* WHAT YOU SHOULD DO *
Nothing but a number should be written: the count of lines below that contain "distinct".

Segment Open

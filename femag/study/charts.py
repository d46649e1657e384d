"""What the charts of a study show, as tables: of the cases that are done and have a gap."""

from __future__ import annotations

from collections.abc import Mapping, Sequence
from dataclasses import dataclass
from typing import Any

import numpy as np
from numpy.typing import NDArray

from femag.errors import InputError
from femag.study.table import StudyTable

Array = NDArray[np.float64]

FIGURES = 3
"""Significant figures to which ratios count as equal."""
MOST_CLASSES = 6
"""Different window heights that are shown one by one; more are put into as many classes."""
MOST_CELLS = (14, 8)
"""Different gaps and window heights that get a cell of their own in a plane."""


@dataclass(frozen=True)
class ChartTable:
    """Columns that a chart is drawn of.

    Parameters
    ----------
    columns : dict of str to list
        Values by name.
    units : dict of str to str
        SI unit by name, "" for none.
    """

    columns: dict[str, list[Any]]
    units: dict[str, str]


@dataclass(frozen=True)
class Series:
    """Points that differ in the gap only.

    Parameters
    ----------
    label : str
        What they have in common.
    x, y : array, (points,)
        In order of x.
    group : int
        Series of one group look alike.
    """

    label: str
    x: Array
    y: Array
    group: int


@dataclass(frozen=True)
class Plane:
    """Error of a formula over gap and window height, both over the post's diameter.

    Parameters
    ----------
    formula : str
        Its name.
    gaps, heights : array
        Middle of the cells along each direction; ratios.
    error : array, (heights, gaps)
        The error of largest size in each cell, as a share; NaN without a case.
    in_range : bool array, (heights, gaps)
        Whether all cases of the cell are inside of the formula's range.
    """

    formula: str
    gaps: Array
    heights: Array
    error: Array
    in_range: NDArray[np.bool_]


def _usable(table: StudyTable, needed: Sequence[str]) -> list[int]:
    """Return the cases that are done and have a gap.

    Raises
    ------
    InputError
        If a column is not kept, or there is no such case.
    """
    for name in needed:
        kept = any(column == name or column.startswith(f"{name}.") for column in table.columns)
        if not kept and "shape.gap" in table.columns:
            raise InputError(f"the study does not keep {name!r}", key="keep", accepted=repr(name))
    gaps = table.columns.get("shape.gap", [])
    found = [place for place, gap in enumerate(gaps) if gap]
    if not found:
        raise InputError("no case with a gap is done", key="charts")
    return found


def _ratios(table: StudyTable, cases: Sequence[int]) -> tuple[Array, Array]:
    """Return gap and window height over the post's diameter."""
    gap, height, post = (
        np.array([table.columns[f"shape.{name}"][case] for case in cases])
        for name in ("gap", "window_height", "post_diameter")
    )
    return gap / post, height / post


def fringing_table(table: StudyTable) -> ChartTable:
    """Return fringing factor, gap and window height over the post's diameter, and settings."""
    cases = _usable(table, ["fringing_factor"])
    gaps, heights = _ratios(table, cases)
    columns = {
        "gap_over_post": gaps.tolist(),
        "window_height_over_post": heights.tolist(),
        "fringing_factor": _picked(table, "fringing_factor", cases),
    }
    return _with_settings(table, cases, columns, {})


def al_table(table: StudyTable) -> ChartTable:
    """Return gap in m, inductance over turns squared in H, and settings."""
    cases = _usable(table, ["al_value"])
    columns = {
        "gap": _picked(table, "shape.gap", cases),
        "al_value": _picked(table, "al_value", cases),
    }
    return _with_settings(table, cases, columns, {"gap": "m", "al_value": "H"})


def hand_error_table(table: StudyTable) -> ChartTable:
    """Return the error of every hand formula, a line for each case and formula."""
    cases = _usable(table, ["hand"])
    gaps, heights = _ratios(table, cases)
    lines = [
        (case, formula, gap, height, *_of_formula(table, formula, case))
        for formula in formulas(table)
        for case, gap, height in zip(cases, gaps.tolist(), heights.tolist(), strict=True)
    ]
    names = ("case", "formula", "gap_over_post", "window_height_over_post", "error", "in_range")
    columns = {name: [line[place] for line in lines] for place, name in enumerate(names)}
    return ChartTable(columns, dict.fromkeys(names, ""))


def formulas(table: StudyTable) -> list[str]:
    """Return the names of the hand formulas in a table."""
    start = "hand.error."
    return [name.removeprefix(start) for name in table.columns if name.startswith(start)]


def fringing_series(table: StudyTable) -> list[Series]:
    """Return fringing factor against gap over post diameter, grouped by window height."""
    found = fringing_table(table).columns
    heights = np.array(found["window_height_over_post"])
    classes, labels = _classes(heights)
    x, y = np.array(found["gap_over_post"]), np.array(found["fringing_factor"])
    groups = _same_but_gap(table, found["case"])
    series = []
    for members in groups.values():
        for group in sorted(set(classes[members].tolist())):
            those = members[classes[members] == group]
            series.append(Series(labels[group], *_sorted(x[those], y[those]), group))
    return series


def al_series(table: StudyTable) -> list[Series]:
    """Return AL in nH against gap in mm, one series for all that differ in the gap only."""
    found = al_table(table).columns
    x, y = 1e3 * np.array(found["gap"]), 1e9 * np.array(found["al_value"])
    return [
        Series(label, *_sorted(x[members], y[members]), place)
        for place, (label, members) in enumerate(_same_but_gap(table, found["case"]).items())
    ]


def error_plane(table: StudyTable, formula: str) -> Plane:
    """Return the error of a formula over gap and window height.

    Parameters
    ----------
    table : StudyTable
        The study.
    formula : str
        Name of the formula.
    """
    cases = _usable(table, ["hand"])
    gaps, heights = _ratios(table, cases)
    columns, rows = _cells(gaps, MOST_CELLS[0]), _cells(heights, MOST_CELLS[1])
    error = np.full((len(rows[1]), len(columns[1])), np.nan)
    inside = np.ones(error.shape, dtype=bool)
    for case, row, column in zip(cases, rows[0].tolist(), columns[0].tolist(), strict=True):
        value, in_range = _of_formula(table, formula, case)
        inside[row, column] &= bool(in_range)
        if np.isnan(error[row, column]) or abs(value) > abs(error[row, column]):
            error[row, column] = value
    return Plane(formula, columns[1], rows[1], error, inside)


def _of_formula(table: StudyTable, formula: str, case: int) -> tuple[float, bool]:
    error = table.columns[f"hand.error.{formula}"][case]
    return error, bool(table.columns[f"hand.in_range.{formula}"][case])


def _picked(table: StudyTable, column: str, cases: Sequence[int]) -> list[Any]:
    values = table.columns[column]
    return [values[case] for case in cases]


def _with_settings(
    table: StudyTable, cases: Sequence[int], columns: Mapping[str, list[Any]], units: dict[str, str]
) -> ChartTable:
    known = dict.fromkeys(columns, "") | units
    settings = {key: _picked(table, key, cases) for key in table.settings}
    kept = {key: table.units[key] for key in table.settings}
    return ChartTable({"case": list(cases), **columns, **settings}, {"case": ""} | known | kept)


def _same_but_gap(table: StudyTable, cases: Sequence[int]) -> dict[str, NDArray[np.int64]]:
    """Return the places in `cases` of those that share all settings but those of gaps, by them."""
    keys = [key for key in table.settings if not key.startswith("gap")]
    groups: dict[str, list[int]] = {}
    for place, case in enumerate(cases):
        texts = (f"{key} {_short(table, key, case)}" for key in keys)
        groups.setdefault(", ".join(texts), []).append(place)
    return {label: np.array(members) for label, members in groups.items()}


def _short(table: StudyTable, key: str, case: int) -> str:
    """Return a setting for print: lengths in mm."""
    value, unit = table.columns[key][case], table.units[key]
    if isinstance(value, str):
        return value
    return f"{1e3 * value:.4g} mm" if unit == "m" else f"{value:.4g} {unit}".strip()


def _sorted(x: Array, y: Array) -> tuple[Array, Array]:
    order = np.argsort(x, kind="stable")
    return x[order], y[order]


def _rounded(values: Array) -> Array:
    return np.array([float(f"{value:.{FIGURES}g}") for value in values.tolist()])


def _classes(values: Array) -> tuple[NDArray[np.int64], list[str]]:
    """Return the class of each value and a label for each class."""
    place, middle = _cells(values, MOST_CLASSES)
    if len(set(_rounded(values).tolist())) == len(middle):
        return place, [f"{value:g}" for value in middle.tolist()]
    spans = [values[place == number] for number in range(len(middle))]
    return place, [f"{span.min():.3g} to {span.max():.3g}" for span in spans]


def _cells(values: Array, most: int) -> tuple[NDArray[np.int64], Array]:
    """Return the cell of each value and the middle of each cell: one a value, or `most` shares."""
    distinct, place = np.unique(_rounded(values), return_inverse=True)
    if len(distinct) <= most:
        return place, distinct
    limits = np.quantile(values, np.linspace(0.0, 1.0, most + 1)[1:-1])
    place = np.searchsorted(limits, values, side="right")
    used, place = np.unique(place, return_inverse=True)
    return place, _rounded(np.array([np.median(values[place == n]) for n in range(len(used))]))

Segment Closed

* EXERCISE ANSWER *
3